Wer heute als Immobilienmakler auf dem Markt bestehen möchte, eignet sich durch eine marktspezifische Ausbildung die entsprechende Expertise an. An einen seriösen Immobilienmakler von heute werden hohe Erwartungen gestellt. Die Konkurrenz ist groß. Deshalb steigt die Nachfrage nach einer fundierten Ausbildung stetig an. Fachliche Qualifikationen zwingen nicht nur Immobilienmakler dazu, sich auf immobilienspezifische Themen zu fokussieren. Unter diesen Optionen für eine Professionalisierung ist ein Studium des Immobilienmanagements jedoch nur eine Option. Zusätzlich können Immobilienmakler eine Ausbildung zum Immobilienwirt oder Immobilienkaufmann absolvieren. Neben der Studienrichtung Immobilienmanagement bieten Universitäten in Deutschland ebenfalls Studienrichtungen wie Immobilienökonomie oder Immobilienbetriebswirt an. Ein Studium des Bereichs Immobilienmanagement kann deutschlandweit an folgenden Bildungseinrichtungen belegt werden:

  • Hochschule Mainz: Bachelor of Engineering im Bereich Bau- und Immobilienmanagement
  • Hochschule für angewandtes Management: Bachelor of Arts im Bereich Bau- und Immobilienmanagement
  • Hochschule Mittweida: Bachelor of Engineering in den Bereichen Facilities Management und Immobilienmanagement
  • Hochschule Biberach: MBA für Internationales Immobilienmanagement in Zusammenarbeit mit Wüest + Partner, der London South Bank University und Akademie der Hochschule Biberach
  • Hochschule Rhein-Main: Bachelor of Engineering im Bereich Immobilienmanagement
  • NBS Northern Business School – Hochschule für Management und Sicherheit: Bachelor of Arts in Betriebswirtschaftslehre mit Kompetenzbereich Immobilienmanagement
  • Bauhaus-Universität Weimar: Bachelor bzw. Master Management für Bau, Immobilien und Infrastruktur
  • bbw Hochschule Berlin: Bachelor für Immobilienmanagement
  • Universität Regensburg: Bachelor bzw. Master für Immobilienmanagement (in Studiendisziplin Immobilienwirtschaft)

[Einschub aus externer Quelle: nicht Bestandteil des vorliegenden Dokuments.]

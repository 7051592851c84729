package main

import (
	"encoding/json"
	"errors"
	"fmt"
	"os"
	"path/filepath"

	"rolloff/sweep/analysis"
)

// runSpec returns the specification the finish step recorded in a run
// directory's result.json (the budget then splits the converter's figure
// into its components as during the run), nil for a CSV file or a run
// without one.
func runSpec(input string) *analysis.Spec {
	data, err := os.ReadFile(filepath.Join(input, "result.json"))
	if err != nil {
		return nil
	}
	var v struct {
		Spec *analysis.Spec `json:"spec"`
	}
	if json.Unmarshal(data, &v) != nil {
		return nil
	}
	return v.Spec
}

// monteCarloSeed seeds the Monte Carlo draws, so that a report can be
// reproduced.
const monteCarloSeed = 1

// monteCarlo runs n Monte Carlo trials on each analysed response of the
// batch (none when n is 0).
func monteCarlo(b *analysis.Batch, n int) error {
	if n == 0 {
		return nil
	}
	for _, e := range b.Entries {
		if e.Result == nil {
			continue
		}
		mc, err := e.Result.RunMonteCarlo(n, monteCarloSeed)
		if errors.Is(err, analysis.ErrNoBudget) {
			continue
		}
		if err != nil {
			return fmt.Errorf("%s: --monte-carlo: %w", e.Name, err)
		}
		e.Result.MonteCarlo = mc
	}
	return nil
}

  • EBS Universität für Wirtschaft und Recht: Master im Studiengang Real Estate
  • Hochschule Aschaffenburg: Internationales Immobilienmanagement
  • HAWK Hochschule für angewandte Wissenschaft und Kunst in Hildesheim, Holzminden und Göttingen (Fakultät Soziale Arbeit, Bauen, Management): BA Immobilienwirtschaft und Immobilienmanagement, MA Bau und Immobilienmanagement
  • Universität Leipzig: im Bachelor- und Masterstudiengang Betriebswirtschaftslehre Module für Immobilienmanagement
  • Middlesex University: Zusammenarbeit mit KMU Akademie
  • Hochschule Luzern: Bachelor of Science in Business Administration im Bereich Immobilien
  • Hochschule 21: Bau- und Immobilienmanagement als Studiengang
  • Hochschule für Wirtschaft und Umwelt Nürtingen-Geislingen (Fakultät Wirtschaft und Recht): BA Immobilienwirtschaft und MA Immobilienmanagement

Hauptsächlich wird das Immobilienmanagement-Studium von privaten Institutionen und Fachhochschulen offeriert. Diese Einrichtungen richten ihr Hauptaugenmerk nicht auf den wissenschaftlichen, sondern praktischen Bereich. Zumeisten arbeiten Dozenten dieser Bildungseinrichtungen mit Branchenvertretern der Immobilienindustrie zusammen, die Vorträge halten, einzelne Bildungsmodule begleiten oder Praktikanten suchen. Diese Kooperation bietet angehenden Immobilienmaklern oder Immobilienmanagern die Möglichkeit, unmittelbar im Anschluss an die Hochschulausbildung praktische Erfahrungen zu sammeln.